[WORK INSTRUCTION] Go through the data below and return each line where the string "Range" appears.

[RECORDS FOR THE TASK]
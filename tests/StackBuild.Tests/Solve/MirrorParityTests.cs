using StackBuild.Geometry;
using StackBuild.Register;
using StackBuild.Solve;
using Xunit;

namespace StackBuild.Tests;

/// <summary>
/// The whole-stack mirror decision (<see cref="MirrorParity"/>) on pairs whose scores are set by hand, so that the right answer
/// is known exactly: which sections lie face down, and what composing the pairs along a chain would have decided instead.
/// </summary>
public sealed class MirrorParityTests
{
    private static PairHypothesis Hypothesis(bool mirrored, double ncc) => new(Transform2D.Identity, mirrored, 0, ncc, 10);

    /// <summary>A pair whose best hypothesis with relative mirror false scores <paramref name="same"/> and with true <paramref name="other"/>.</summary>
    private static PairResult Pair(double same, double? other)
    {
        var a = Hypothesis(false, same);
        var b = other is double o ? Hypothesis(true, o) : null;
        var best = b is not null && b.Ncc > a.Ncc ? b : a;
        var second = ReferenceEquals(best, a) ? b : a;
        return new PairResult(best, second, 0.5) { OtherMirror = second };
    }

    /// <summary>Pairs up to three apart for sections lying as <paramref name="faceDown"/> says: the true relative mirror leads by <paramref name="lead"/>.</summary>
    private static Dictionary<(int, int), PairResult> Pairs(bool[] faceDown, double lead, Func<int, int, double>? leadOf = null)
    {
        var pairs = new Dictionary<(int, int), PairResult>();
        for (int m = 1; m < faceDown.Length; m++)
            for (int d = 1; d <= 3 && m - d >= 0; d++)
            {
                int f = m - d;
                double good = 0.8 - 0.1 * (d - 1), l = leadOf?.Invoke(m, f) ?? lead;
                bool relative = faceDown[m] != faceDown[f];
                pairs[(m, f)] = relative ? Pair(good - l, good) : Pair(good, good - l);
            }
        return pairs;
    }

    private static bool[] Sides(int n, params int[] down) => Enumerable.Range(0, n).Select(down.Contains).ToArray();

    [Fact]
    public void ClearEvidenceGivesEverySideExactly()
    {
        var truth = Sides(30, 3, 11, 12, 20, 29);
        var result = MirrorParity.Decide(30, Pairs(truth, 0.05));
        Assert.Equal(truth, result.Flipped);
        Assert.Empty(result.Overruled);
        Assert.All(result.Margin, m => Assert.True(m > 0.05, $"margin {m}"));
    }

    [Fact]
    public void OneWrongNearestPairDoesNotTurnOverTheRest()
    {
        // The nearest pair (15, 14) prefers the wrong relative mirror as clearly as the others prefer the right one; composed along a chain it would turn over
        // sections 15–29. The pairs reaching over it (two and three apart) outweigh it.
        var truth = Sides(30, 5, 22);
        var pairs = Pairs(truth, 0.04, (m, f) => (m, f) == (15, 14) ? -0.04 : 0.04);
        var chained = new bool[30];
        for (int i = 1; i < 30; i++) chained[i] = chained[i - 1] ^ pairs[(i, i - 1)].Best.Mirrored;
        Assert.Equal(15, Enumerable.Range(0, 30).Count(i => chained[i] != truth[i])); // what the chain would have done
        var result = MirrorParity.Decide(30, pairs);
        Assert.Equal(truth, result.Flipped);
        Assert.Contains((15, 14), result.Overruled);
    }

    [Fact]
    public void WithoutEvidenceEverySectionIsTakenFaceUp()
    {
        // Pairs that match nothing (NCC below 0.1 both ways) say nothing: the prior decides, face up.
        var pairs = new Dictionary<(int, int), PairResult>();
        for (int m = 1; m < 10; m++) pairs[(m, m - 1)] = Pair(0.05, 0.06);
        var result = MirrorParity.Decide(10, pairs);
        Assert.All(result.Flipped, Assert.False);
        // The margin is the prior's alone.
        Assert.All(result.Margin, m => Assert.Equal(MirrorParity.FaceDownCost, m, 9));
    }

    [Fact]
    public void ASectionOnlyWeaklyTiedHasASmallMarginAndAStretchFollowsThePrior()
    {
        // Section 10 lies face up, but every pair it is part of barely prefers that (lead 0.002): it must report that its
        // side is uncertain (margin below the report's 0.05), while the sections around it stay sure.
        var truth = Sides(30, 4, 25);
        var pairs = Pairs(truth, 0.05, (m, f) => m == 10 || f == 10 ? 0.002 : 0.05);
        var result = MirrorParity.Decide(30, pairs);
        Assert.Equal(truth, result.Flipped);
        Assert.True(result.Margin[10] < 0.05, $"section 10: margin {result.Margin[10]}");
        foreach (int i in new[] { 0, 8, 9, 11, 12, 29 }) Assert.True(result.Margin[i] > 0.05, $"section {i}: margin {result.Margin[i]}");

        // Sections 20–29 tied to the rest only by pairs that say nothing either way (equal scores): the stretch's side
        // follows the prior, so its one face-down section (25) stays face down relative to its neighbours and the other
        // nine lie face up.
        pairs = Pairs(truth, 0.05, (m, f) => f < 20 && m >= 20 ? 0 : 0.05);
        result = MirrorParity.Decide(30, pairs);
        Assert.Equal(truth, result.Flipped);
    }

    [Fact]
    public void ASideTheManifestGivesIsKept()
    {
        // A pair whose other mirror was not tried (the manifest said how both sections were mounted) is obeyed even against
        // the prior and against weak evidence from the pairs around it.
        var truth = Sides(8, 6);
        var pairs = Pairs(truth, 0.001);
        pairs[(6, 5)] = new PairResult(Hypothesis(true, 0.5), null, 0.5); // known: mirrored relative to 5
        var result = MirrorParity.Decide(8, pairs);
        Assert.NotEqual(result.Flipped[5], result.Flipped[6]);
    }

    [Fact]
    public void APairAcrossALostSectionWeighsAsASecondNeighbour()
    {
        // Ten sections, section 5 of the numbering lost: stack positions 0–4 are numbers 0–4, positions 5–9 numbers 6–10.
        // The pair across the gap, (5, 4), prefers the wrong relative mirror (NCC 0.866 against 0.8, Fisher z 0.22); the other
        // pairs across the gap prefer the right one by 0.03 NCC. Counted as a nearest pair it turns one side over (gain 0.22
        // against 0.09 of the pairs and 0.1 of the prior); counted as the two-section pair it is (half weight, and the
        // position pairs 3 apart across the gap are 4 sections apart and left out), the prior keeps every section face up.
        var truth = Sides(10);
        var pairs = Pairs(truth, 0.03, (m, f) => (m, f) == (5, 4) ? -0.066 : 0.03);
        var steps = Enumerable.Range(0, 10).Select(i => (double)(i < 5 ? i : i + 1)).ToList();
        var byPosition = MirrorParity.Decide(10, pairs);
        Assert.True(byPosition.Flipped[5] != byPosition.Flipped[4], "counted as a nearest pair, the wrong pair should turn one side over (else this test shows nothing)");
        var bySteps = MirrorParity.Decide(10, pairs, steps);
        Assert.Equal(truth, bySteps.Flipped);
        // Positions 3 apart across the gap are 4 sections apart: left out, so the decision cannot depend on them.
        var withFarWrong = new Dictionary<(int, int), PairResult>(pairs) { [(7, 4)] = Pair(0.1, 0.9) };
        Assert.Equal(bySteps.Flipped, MirrorParity.Decide(10, withFarWrong, steps).Flipped);
    }

    [Fact]
    public void FarPairsThatProveUnreliableOnTheSeriesCannotTurnAnEndOver()
    {
        // 40 sections, number 34 lost: positions 34–39 (numbers 35–40) are the end of the stack, tied to the rest across the
        // gap. The pair across it, (34, 33), two sections apart, prefers the wrong relative mirror clearly (NCC 0.95 against
        // 0.8), as the pair across the lost section did at the end of the whole head cut coronally (docs/accuracy.md).
        var truth = Sides(40, 7, 18, 30);
        var steps = Enumerable.Range(0, 40).Select(i => (double)(i < 34 ? i : i + 1)).ToList();
        double AcrossGap(int m, int f) => (m, f) == (34, 33) ? -0.15 : 0.05;

        // Where the far pairs agree with the nearest ones everywhere else, they are trusted at their full weight, and the
        // one clear far pair outweighs the face-up prior of the six end sections: the end is turned over. (This is what
        // the decision did before it measured the far pairs' reliability; it shows the test can fail.)
        var trusted = MirrorParity.Decide(40, Pairs(truth, 0.05, AcrossGap), steps);
        Assert.True(Enumerable.Range(34, 6).All(i => trusted.Flipped[i] != truth[i]), "trusted far pairs should turn the end over");

        // Where the series' far pairs agree with the nearest pairs no more often than a coin (a nearly symmetric specimen),
        // their weight falls to nothing and the nearest pairs and the prior decide: every side right.
        double Coin(int m, int f) => m - f >= 2 ? (new Random(100 * m + f).Next(2) == 0 ? 0.05 : -0.05) : AcrossGap(m, f);
        var coin = MirrorParity.Decide(40, Pairs(truth, 0.05, Coin), steps);
        Assert.Equal(truth, coin.Flipped);
    }

    [Fact]
    public void TemplateVotesDecideWhereThePairsCannotAndTheirHandednessIsFound()
    {
        // Sections 10–13 are tied to the rest by pairs that say nothing (equal scores): the prior would keep them face up,
        // but 11–12 lie face down. Votes from the template for every section (lead 0.05, as on the macaque template, where
        // every such vote was right) settle them, whether face up looks unmirrored on the template or mirrored (the series
        // scanned from the other side): only the relation between the votes matters.
        var truth = Sides(20, 3, 11, 12);
        var pairs = Pairs(truth, 0.05, (m, f) => m >= 10 && m <= 13 || f >= 10 && f <= 13 ? 0 : 0.05);
        Assert.NotEqual(truth, MirrorParity.Decide(20, pairs).Flipped);
        foreach (bool handedness in new[] { false, true })
        {
            var votes = truth.Select(down => (down != handedness) ? new SideVote(0, 0.05) : new SideVote(0.05, 0)).Select(v => (SideVote?)v).ToList();
            var result = MirrorParity.Decide(20, pairs, null, votes);
            Assert.Equal(truth, result.Flipped);
            Assert.All(new[] { 11, 12 }, i => Assert.True(result.Margin[i] > 0.02, $"section {i}: margin {result.Margin[i]} should include its vote"));
        }
        // A single wrong vote against clear pairs changes nothing.
        var one = Enumerable.Repeat((SideVote?)null, 20).ToList();
        one[5] = new SideVote(0, 0.05);
        Assert.Equal(Sides(20, 3), MirrorParity.Decide(20, Pairs(Sides(20, 3), 0.05), null, one).Flipped);
    }
}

[RESPONSE BOX]
    private static bool[] Sides(int n, params int[] down) => Enumerable.Range(0, n).Select(down.Contains).ToArray();
        Assert.Equal(15, Enumerable.Range(0, 30).Count(i => chained[i] != truth[i])); // what the chain would have done
        var steps = Enumerable.Range(0, 10).Select(i => (double)(i < 5 ? i : i + 1)).ToList();
        var steps = Enumerable.Range(0, 40).Select(i => (double)(i < 34 ? i : i + 1)).ToList();
        Assert.True(Enumerable.Range(34, 6).All(i => trusted.Flipped[i] != truth[i]), "trusted far pairs should turn the end over");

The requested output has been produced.